B. C. Мне вообще кажется, что в определённом смысле нашему городу, как это не покажется парадоксальным, потрясающе красивые виды в сторону Стрелки, Кремля сослужили недобрую службу. Художники «вцепились» в них и буквально измусолили – очень часто изображая одинаково, маловыразительно, используя заштампованные ракурсы, смотря на эту красоту одним и тем же взглядом. Хотя город наш огромный, интереснейших мест в нём много. Наверно, это идёт от того, что не хватает художникам ощущения личной привязанности к каким-то местам, именно для них, индивидуально очень важных, любимых. Я прожил всю свою сознательную жизнь в Канавине, на Ярмарке. И когда начинаю посторонним людям рассказывать о том, какие дома раньше там стояли, какие каналы, лабазы, пристани были, что из себя представляли озёра Мещерское и Цыганка, то ведь я всё это, давно ушедшее, сметённое временем, разрушенное и засыпанное песком, передаю через личные ощущения (детские, юношеские, взрослые), личные восприятия, личные память, волнение, боль. И в зависимости от того состояния, которое я передаю, – это всегда разные места, разные ощущения. Но наши художники (я говорю о том, что вижу на выставках) либо бесконечно рисуют одни и те же купола церквей, либо Стрелку, либо Кремль. Но почему они не идут в понимании города через собственные, непосредственные ощущения каких-то одним им дорогих мест? Почему в их работах нет сакрального, глубинного переживания проходящего времени, связанного с непосредственными местами в нашем городе, где большинство из них появилось на свет, влюблялось, создавало семьи, рожало детей, теряло своих родителей, друзей и близких, да и сами когда-то, каждый в свой черёд, уйдут из этой жизни по тем же городским улицам? Почему нет восприятия города через собственную судьбу? Или на самом деле художник не может найти вдохновения в том, о чём я говорю, и его перебивают в творчестве такие, выдающиеся по своей красоте виды?
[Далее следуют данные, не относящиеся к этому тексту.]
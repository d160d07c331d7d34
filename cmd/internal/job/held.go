package job

import (
	"errors"
	"fmt"
	"os"
	"path/filepath"
	"strings"
)

// errHeld says that another program leads the session.
var errHeld = errors.New("session is led by another program")

// holding is the sign, for other programs, that this one leads a session: a file
// beside the store that is locked as long as the program lives, however it ends. It
// tells a sweep that is being measured from one that a crash cut short.
type holding struct {
	f    *os.File
	path string
}

// heldMark stands between the names of store and session.
const heldMark = "-session-"

// tidy removes what programs that were killed between two sweeps left of their signs.
func tidy(store string) {
	paths, _ := filepath.Glob(globEscape.Replace(store) + heldMark + "*")
	for _, path := range paths {
		if h, err := hold(store, strings.TrimPrefix(path, store+heldMark)); err == nil {
			h.release()
		}
	}
}

var globEscape = strings.NewReplacer(`[`, `[[]`, `*`, `[*]`, `?`, `[?]`)

// hold takes a session; [errHeld] when another program has it. Where the file cannot
// be made, or the system knows no locks, it is led without.
func hold(store, session string) (*holding, error) {
	path := store + heldMark + session
	f, err := openAlone(path)
	if errors.Is(err, errHeld) {
		return nil, fmt.Errorf("session %s: %w", session, err)
	}
	return &holding{f, path}, nil
}

// release gives the session back.
func (h *holding) release() {
	if h == nil || h.f == nil {
		return
	}
	removeOpen(h.f, h.path)
}
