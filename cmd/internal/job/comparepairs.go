package job

import (
	"fmt"
	"math"
	"slices"
	"strings"

	"gatesill/fit"
	"gatesill/fit/gauge"
	"gatesill/report"
	"gatesill/store/record"
)

// changedPairs tells of the same devices measured in two lots which one moved by
// itself, more than the repeatability of the bench and what is common to all explain:
// a pair's own difference decides nothing in the comparison, but says whether a part
// has changed or was mixed up. words name them for the sentence of the verdict, "" for
// none.
func changedPairs(ref, cand *report.Sheet, by fit.Key, rq CompareRequest) (out []fit.Warning, words string) {
	histories := gauge.HistoryOf(append(measuredIn(ref, by, 0), measuredIn(cand, by, len(ref.Devices))...),
		gauge.HistoryOptions{Tempco: rq.Tempco.Float(), Known: repeatabilityOf(ref, cand, by)})
	var named []string
	for i := range histories {
		h := &histories[i]
		for _, c := range h.Changes {
			if !c.Changed {
				continue
			}
			out = append(out, fit.Warning{Code: fit.CodeDeviceChanged, Text: "device " + c.Device + ": " + h.Of(c.Device)})
			named = append(named, fmt.Sprintf("%s (%+.0f mV)", c.Device, c.Own*1e3))
		}
	}
	switch n := len(named); {
	case n == 1:
		words = "; 1 device moved by itself: " + named[0]
	case n > namedMoved:
		words = fmt.Sprintf("; %d devices moved by themselves: %s and %d more", n, strings.Join(named[:namedMoved], ", "), n-namedMoved)
	case n > 1:
		words = fmt.Sprintf("; %d devices moved by themselves: %s", n, strings.Join(named, ", "))
	}
	return out, words
}

// namedMoved is how many devices that moved the sentence of the verdict names.
const namedMoved = 4

// measuredIn gives the devices of a lot, as measured on the one occasion of it.
func measuredIn(s *report.Sheet, by fit.Key, before int) []gauge.Measuring {
	var out []gauge.Measuring
	for i := range s.Devices {
		d := &s.Devices[i]
		q := d.Result.At(by)
		if d.Excluded || len(d.Sweeps) == 0 || !q.Ok() || math.IsInf(q.Value, 0) {
			continue
		}
		var session record.Session
		if k := slices.IndexFunc(s.Sessions, func(x record.Session) bool { return x.ID == d.Sweeps[0].SessionID }); k >= 0 {
			session = s.Sessions[k]
		}
		out = append(out, gauge.Measuring{
			Device: d.Name, Control: d.Role == record.Control, Value: q.Value, U: q.U, Sitting: s.Lot.ID,
			Occasion: "lot " + s.Lot.Name, Place: len(out) + 1, Rank: before + len(out) + 1, Temp: tempOf(&d.Sweeps[0], session),
		})
	}
	return out
}
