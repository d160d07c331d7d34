//go:build linux || darwin

package job

import (
	"context"
	"fmt"
	"io"
	"math"
	"os"
	"path/filepath"
	"sync/atomic"
	"syscall"
	"testing"
	"time"

	"github.com/stretchr/testify/require"

	"gatesill/acquire"
	"gatesill/acquire/rehearsal"
	"gatesill/store"
	"gatesill/store/record"
)

// numbered is a simulated bench of three lines of text, each with so many numbered
// frames a second.
func numbered(t *testing.T, perSecond float64) *rehearsed {
	t.Helper()
	c, err := rehearsal.Standard(rehearsal.Quick)
	require.NoError(t, err)
	c.Supplies, c.Devices = nil, nil
	for i := range c.Meters {
		m := &c.Meters[i]
		m.Speaks, m.Counting, m.Counts, m.Tops, m.Cycle, m.Integration = "text", true, 1e6, []float64{1000}, 1/perSecond, 0
	}
	r, err := rehearse(context.Background(), c)
	require.NoError(t, err)
	t.Cleanup(func() {
		if err := r.close(); err != nil {
			t.Error(err)
		}
	})
	return r
}

// sequence follows the numbers of one line.
type sequence struct {
	frames, lost, wrong int
	next                int // -1: none yet
}

func (s *sequence) take(r record.Reading) {
	n := int(math.Round(r.Value.Float() * 1e3))
	switch {
	case r.Refused != "" || !r.Value.IsKnown() || s.next >= 0 && n < s.next:
		s.wrong++ // twice, or out of order, or not a number
	case s.next >= 0:
		s.lost += n - s.next
	}
	s.frames++
	s.next = n + 1
}

type sequences map[string]*sequence

func (q sequences) take(r record.Reading) {
	if q[r.Role] == nil {
		q[r.Role] = &sequence{next: -1}
	}
	q[r.Role].take(r)
}

func (q sequences) sum() (frames, lost, wrong int) {
	for _, s := range q {
		frames, lost, wrong = frames+s.frames, lost+s.lost, wrong+s.wrong
	}
	return frames, lost, wrong
}

// ownCPU is what this process has used, s.
func ownCPU() float64 {
	var u syscall.Rusage
	if syscall.Getrusage(syscall.RUSAGE_SELF, &u) != nil {
		return math.NaN()
	}
	return float64(u.Utime.Nano()+u.Stime.Nano()) / 1e9
}

// listenFor listens to the bench for a while and gives each event to take. It returns the
// share of a core that took, and how long it was.
func listenFor(t *testing.T, r *rehearsed, long time.Duration, start time.Time, take func(acquire.Event)) (share, seconds float64) {
	t.Helper()
	ctx, stop := context.WithTimeout(context.Background(), long)
	defer stop()
	cpu, began := ownCPU(), time.Now()
	err := acquire.Listen(ctx, Sources(r.bench), start, take)
	require.ErrorIs(t, err, context.DeadlineExceeded)
	seconds = time.Since(began).Seconds()
	return (ownCPU() - cpu) / seconds, seconds
}

// TestThroughput listens to three lines of 1,000 numbered frames a second, with the
// bench in a process of its own: no frame is lost, comes twice or out of order, neither in what is
// heard nor in what the store holds. GATESILL_LONG=1: 20 s each, with figures for
// scripts/bench.
func TestThroughput(t *testing.T) {
	long, bench := 1*time.Second, os.Getenv("GATESILL_LONG") != ""
	if bench {
		long = 20 * time.Second
	}
	r := numbered(t, 1000)
	tell := func(name, format string, args ...any) {
		if bench {
			fmt.Printf("%-40s "+format+"\n", append([]any{name + ":"}, args...)...)
		}
	}
	clean := func(name string, q sequences, seconds float64) {
		frames, lost, wrong := q.sum()
		tell(name+" frames", "%d (%.0f/s), %d lost, %d doubled or out of order", frames, float64(frames)/seconds, lost, wrong)
		if lost > 0 || wrong > 0 || len(q) != 3 {
			t.Errorf("%s: %d lines, %d frames, %d lost, %d doubled or out of order", name, len(q), frames, lost, wrong)
		}
		if float64(frames) < 2000*seconds { // of 3,000/s; opening takes its time
			t.Errorf("%s: %d frames in %.1f s", name, frames, seconds)
		}
	}
	bad := atomic.Int64{}
	heard := sequences{}
	share, seconds := listenFor(t, r, long, time.Now(), func(e acquire.Event) {
		if e.Err != nil {
			bad.Add(1)
		}
		for _, rd := range e.Readings {
			heard.take(rd)
		}
	})
	clean("heard", heard, seconds)
	tell("cpu-decoding", "%.1f %% of a core", 100*share)

	env := &Env{Store: filepath.Join(t.TempDir(), "store.db"), Out: io.Discard, Err: io.Discard, Quiet: true}
	s, err := env.openSitting(context.Background(), sittingRequest{Lot: "fast", Bench: r.bench, Given: r.bench.Given})
	require.NoError(t, err)
	require.NoError(t, s.begin(context.Background(), "D1", record.Up))
	sweep := s.sweep.ID
	heard = sequences{}
	share, seconds = listenFor(t, r, long, s.started, func(e acquire.Event) {
		if e.Err != nil {
			bad.Add(1)
		}
		for _, rd := range e.Readings {
			heard.take(rd)
		}
		if err := s.hear(e); err != nil {
			t.Error(err)
		}
	})
	flushed := time.Now()
	require.NoError(t, s.live.Flush())
	late := time.Since(flushed)
	require.NoError(t, s.close())
	tell("cpu-with-store", "%.1f %% of a core", 100*share)
	tell("flush", "%.1f ms after the last frame", float64(late)/1e6)

	db, err := store.Open(context.Background(), env.Store, store.Options{})
	require.NoError(t, err)
	defer db.Close()
	kept := sequences{}
	require.NoError(t, db.View(context.Background(), func(tx *store.Tx) error {
		rs, err := tx.Readings(sweep)
		for _, rd := range rs {
			kept.take(rd)
		}
		return err
	}))
	clean("kept", kept, seconds)
	h, _, _ := heard.sum()
	k, _, _ := kept.sum()
	require.Equal(t, h, k, "heard and kept")
	require.Zero(t, bad.Load(), "events with an error")
	status, err := r.Status()
	require.NoError(t, err)
	for name, l := range status.Lines {
		require.Zero(t, l.Overrun, "line %s: bytes that were not read in time", name)
	}
}
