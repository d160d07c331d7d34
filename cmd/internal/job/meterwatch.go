package job

import (
	"errors"
	"fmt"
	"math"
	"slices"
	"time"

	"gatesill/acquire"
	"gatesill/acquire/bench"
	"gatesill/acquire/port"
	"gatesill/report"
	"gatesill/report/screen"
	"gatesill/store/record"
)

// meterWatch keeps what each meter of a bench said last. Times are seconds since
// the listening began.
type meterWatch struct {
	bench  *bench.Bench
	today  string // YYYY-MM-DD, for calibrations that are due
	meters []watched
}

// watched is one meter.
type watched struct {
	last      record.Reading
	has       bool      // last is something
	times     []float64 // of the last readings, for the rate
	readings  int
	bad       int // frames that could not be read
	open      bool
	err       error // of the line when it is not open
	ended     bool  // the line was a recorded log and is at its end
	lastBad   error
	lastBadAt float64
}

// keptTimes are the arrivals that the rate is taken from.
const keptTimes = 16

func newMeterWatch(b *bench.Bench, now time.Time) *meterWatch {
	return &meterWatch{bench: b, today: now.Format(time.DateOnly), meters: make([]watched, len(b.Meters))}
}

// on gives the meters whose line it is.
func (w *meterWatch) on(line string) []int {
	var out []int
	for i, l := range w.bench.Lines {
		if l.Path == line {
			out = append(out, i)
		}
	}
	return out
}

// take takes in an event.
func (w *meterWatch) take(e acquire.Event) {
	for _, i := range w.on(e.Line) {
		m := &w.meters[i]
		switch {
		case e.Opened:
			m.open, m.err = true, nil
		case e.Lost && errors.Is(e.Err, port.ErrEnd):
			m.open, m.ended = false, true
		case e.Lost:
			m.open, m.err = false, e.Err
		case e.Err != nil:
			m.bad, m.lastBad, m.lastBadAt = m.bad+1, e.Err, e.At
		}
	}
	for _, r := range e.Readings {
		i := slices.IndexFunc(w.bench.Meters, func(in record.Instrument) bool { return in.Role == r.Role })
		if i < 0 {
			continue
		}
		m := &w.meters[i]
		m.last, m.has, m.open, m.err = r, true, true, nil
		m.readings++
		if m.times = append(m.times, r.At); len(m.times) > keptTimes {
			m.times = m.times[1:]
		}
	}
}

// period is the usual time between two readings, NaN before the second.
func (m *watched) period() float64 {
	var d []float64
	for i := 1; i < len(m.times); i++ {
		d = append(d, m.times[i]-m.times[i-1])
	}
	if len(d) == 0 {
		return math.NaN()
	}
	slices.Sort(d)
	return d[len(d)/2]
}

// least time without a reading that is worth a word, s: below it, it is the
// computer that was busy.
const leastSilence = 0.3

// stale tells whether the last reading is older than two usual periods.
func (m *watched) stale(now float64) bool {
	p := m.period()
	if math.IsNaN(p) {
		p = 0.5 // the slowest handheld of the usual ones
	}
	return m.has && !m.ended && now-m.last.At > max(2*p, leastSilence)
}

// state says in a few words what there is to say of a meter.
func (m *watched) state(now float64) string {
	switch {
	case m.err != nil && m.has:
		return "line lost"
	case m.err != nil:
		return "line not open"
	case !m.has && m.bad > 0:
		return "unreadable"
	case !m.has:
		return "nothing yet"
	case m.stale(now):
		return "stale"
	case m.last.Refused != "":
		return m.last.Refused
	case m.last.State == record.Overload:
		return "over range"
	case m.last.State == record.Underload:
		return "under range"
	case m.last.State != "":
		return "no number"
	case m.lastBad != nil && now-m.lastBadAt < 2:
		return "bad frames"
	case m.ended:
		return "end of log"
	}
	return stateOK
}

const stateOK = "ok"

// text is the reading as it is shown, with its unit apart.
func (m *watched) text() (text, unit string) {
	switch x, known := m.last.Value.Get(); {
	case !m.has:
		return "", ""
	case m.last.State == record.Overload:
		return screen.Over, m.last.Unit
	case m.last.State == record.Underload:
		return screen.Under, m.last.Unit
	case !known:
		return screen.Nothing, m.last.Unit
	default:
		return screen.Fixed(x, m.last.Digit.Or(0), m.last.Unit)
	}
}

// rows are the meters that have a line, in the order of the file.
func (w *meterWatch) rows(now float64) []report.MeterRow {
	var out []report.MeterRow
	for i, in := range w.bench.Meters {
		if w.bench.Lines[i].Path == "" {
			continue
		}
		m := &w.meters[i]
		row := report.MeterRow{
			Role: in.Role, Name: in.Name, Line: w.bench.Lines[i].Path, Value: math.NaN(), Unit: m.last.Unit, State: m.state(now),
			Readings: m.readings, BadFrames: m.bad, Rate: 1 / m.period(), Age: math.NaN(),
			Isolated: in.Isolated, Due: in.Due, Overdue: in.Due != "" && in.Due < w.today,
		}
		if text, unit := m.text(); m.has {
			row.Text, row.Age, row.Value = text+" "+unit, now-m.last.At, m.last.Value.Or(math.NaN())
		}
		switch {
		case m.err != nil:
			row.Error = m.err.Error()
		case m.lastBad != nil:
			row.Error = m.lastBad.Error()
		}
		out = append(out, row)
	}
	return out
}

// picture is what is drawn on a terminal.
func (w *meterWatch) picture(now float64, invented bool) screen.Model {
	m := screen.Model{Title: "meters", Instruction: "any key ends", Power: screen.Power{Watts: math.NaN()}}
	if w.bench.Name != "" {
		m.Title += "  bench " + w.bench.Name
	}
	if invented {
		m.Status = "rehearsal: all is invented"
	}
	rows := w.rows(now)
	for _, r := range rows {
		i := slices.IndexFunc(w.bench.Meters, func(in record.Instrument) bool { return in.Role == r.Role })
		v := screen.Value{Role: r.Role, Label: r.Name, Age: r.Age}
		v.Text, v.Unit = w.meters[i].text()
		switch {
		case r.State == "stale":
			v.Stale = true
		case r.State != stateOK:
			v.Note = r.State
		}
		m.Values = append(m.Values, v)
		if r.Error != "" && w.meters[i].err != nil {
			m.Notices = append(m.Notices, screen.Notice{Text: r.Error})
		}
	}
	for _, c := range w.cautions() {
		m.Notices = append(m.Notices, screen.Notice{Text: c})
	}
	roles := 0
	for _, r := range rows {
		roles = max(roles, len(r.Role))
	}
	for _, r := range rows {
		rate := "   --   "
		if !math.IsNaN(r.Rate) && !math.IsInf(r.Rate, 0) {
			rate = fmt.Sprintf("%6.1f/s", r.Rate)
		}
		line := fmt.Sprintf("%-*s %s  %6d readings", roles, r.Role, rate, r.Readings)
		if r.BadFrames > 0 {
			line += fmt.Sprintf(", %d bad frames", r.BadFrames)
		}
		m.Lines = append(m.Lines, line+"  "+r.Line)
	}
	return m
}

// cautions are those of the bench and of calibrations that are overdue.
func (w *meterWatch) cautions() []string {
	out := append(w.bench.Cautions(), lapsed(w.bench, w.today)...)
	for _, s := range w.bench.Supplies {
		if s.Due != "" && s.Due < w.today {
			out = append(out, fmt.Sprintf("the calibration of the %s supply%s was due on %s", s.Drives, quoted(s.Name), s.Due))
		}
	}
	return out
}

// lapsed says which calibrations of meters were due before a day, YYYY-MM-DD.
func lapsed(b *bench.Bench, day string) (out []string) {
	for _, m := range b.Overdue(day) {
		out = append(out, fmt.Sprintf("the calibration of the %s meter%s was due on %s", m.Role, quoted(m.Name), m.Due))
	}
	return out
}

func quoted(name string) string {
	if name == "" {
		return ""
	}
	return fmt.Sprintf(" %q", name)
}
К. Ш. Знаете, вы правы. Что касается лично меня, то я городскую архитектуру, кроме храмовой, воспринимаю трудно. Хотя попытки отобразить Нижний ещё в шестидесятых годах прошлого века у меня были. Я тогда сделал целую серию, правда, не живописных, а графических листов, но затем эту тему оставил. Вы же правы в том, что абсолютно над всеми моими коллегами (и молодыми, и старшего поколения) довлеет стереотип. Они много пишут знаковые места Нижнего Новгорода и не видят вокруг огромного города с великой историей, удивительнейшей архитектурой. Тут им не хватает того внутреннего ощущения, которое было присуще Юрию Адрианову. Он посвятил себя полностью нижегородчине.